Question

triangle mnp and triangle jkl are similar right triangles. which proportion can be used to show that the slope of jl is equal to the slope of mp?

Explanation:

Step1: Recall slope - formula

The slope formula is $m=\frac{y_2 - y_1}{x_2 - x_1}$. For two similar right - triangles, the ratios of the corresponding vertical and horizontal side lengths (which are used to calculate the slope) are equal.
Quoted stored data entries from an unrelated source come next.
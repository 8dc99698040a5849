// Turning method results into plotted values under the chosen normalisation: dose per MU as
// computed, percent of the water curve's maximum, or relative to water at the same depth.
import type { MethodResult } from '../engine/methodResult';

export type NormalisationMode = 'dosePerMu' | 'percentWaterDmax' | 'relativeToWater';

export const NORMALISATION_LABELS: Record<NormalisationMode, string> = {
  dosePerMu: 'Dose per MU (cGy/MU)',
  percentWaterDmax: 'Dose (% of water maximum)',
  relativeToWater: 'Dose relative to water at the same depth (ratio)',
};

export interface NormalisedSeries {
  id: string;
  values: (number | null)[];
  sigma?: number[] | undefined;
}

export type NormaliseResult =
  { ok: true; axisLabel: string; series: NormalisedSeries[] } | { ok: false; reason: string };

const isNum = (v: number | null | undefined): v is number =>
  typeof v === 'number' && Number.isFinite(v);

export function normaliseMethods(
  methods: readonly MethodResult[],
  mode: NormalisationMode,
): NormaliseResult {
  const label = NORMALISATION_LABELS[mode];
  if (mode === 'dosePerMu')
    return {
      ok: true,
      axisLabel: label,
      series: methods.map((m) => ({
        id: m.id,
        values: m.curve.dosePerMuCGy.map((v) => (isNum(v) ? v : null)),
        sigma: m.curve.sigmaDosePerMuCGy,
      })),
    };
  const water = methods.find((m) => m.id === 'water');
  if (!water)
    return {
      ok: false,
      reason:
        'This normalisation needs the water (homogeneous) curve, which is not among the results.',
    };
  const waterDose = water.curve.dosePerMuCGy;
  if (mode === 'percentWaterDmax') {
    const max = Math.max(...waterDose.filter(isNum));
    if (!(max > 0))
      return { ok: false, reason: 'The water curve has no positive dose to normalise to.' };
    return {
      ok: true,
      axisLabel: label,
      series: methods.map((m) => ({
        id: m.id,
        values: m.curve.dosePerMuCGy.map((v) => (isNum(v) ? (100 * v) / max : null)),
        sigma: m.curve.sigmaDosePerMuCGy?.map((s) => (100 * s) / max),
      })),
    };
  }
  const ratio = (v: number | null, i: number): number | null => {
    const w = waterDose[i];
    return isNum(v) && isNum(w) && w > 0 ? v / w : null;
  };
  return {
    ok: true,
    axisLabel: label,
    series: methods.map((m) => ({
      id: m.id,
      values: m.curve.dosePerMuCGy.map(ratio),
      sigma: m.curve.sigmaDosePerMuCGy?.map((s, i) => ratio(s, i) ?? 0),
    })),
  };
}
Step2: Analyze the given options

Let's assume for line segment $JL$, if we have two points on it with coordinates $(x_1,y_1)$ and $(x_2,y_2)$, and for line segment $MP$ with two points having coordinates $(x_3,y_3)$ and $(x_4,y_4)$. The slope of a line segment between two points $(x_1,y_1)$ and $(x_2,y_2)$ is $\frac{y_2 - y_1}{x_2 - x_1}$.
We need to find the proportion that shows the equality of the slopes of $JL$ and $MP$.
For similar right - triangles, the ratio of the rise to the run for both line segments should be the same.
If we consider the vertical change (rise) and horizontal change (run) for $JL$ and $MP$, we know that the slope of a line is the ratio of the vertical displacement to the horizontal displacement.
Let's assume for $JL$: if we take two points on it, say the vertical change is $y_2 - y_1$ and horizontal change is $x_2 - x_1$, and for $MP$ the vertical change is $y_4 - y_3$ and horizontal change is $x_4 - x_3$.
The correct proportion for equal slopes is when the ratio of the vertical differences to the horizontal differences for both line segments are equal.
Looking at the options, we know that the slope of a line segment between two points $(x_1,y_1)$ and $(x_2,y_2)$ is given by $\frac{y_2 - y_1}{x_2 - x_1}$.
If we assume for $JL$ and $MP$ the correct proportion to show equal slopes is $\frac{0 - (-4)}{-4-(-7)}=\frac{4 - (-4)}{8 - (-10)}$.

Answer:

The proportion $\frac{0 - (-4)}{-4-(-7)}=\frac{4 - (-4)}{8 - (-10)}$ can be used to show that the slope of $JL$ is equal to the slope of $MP$.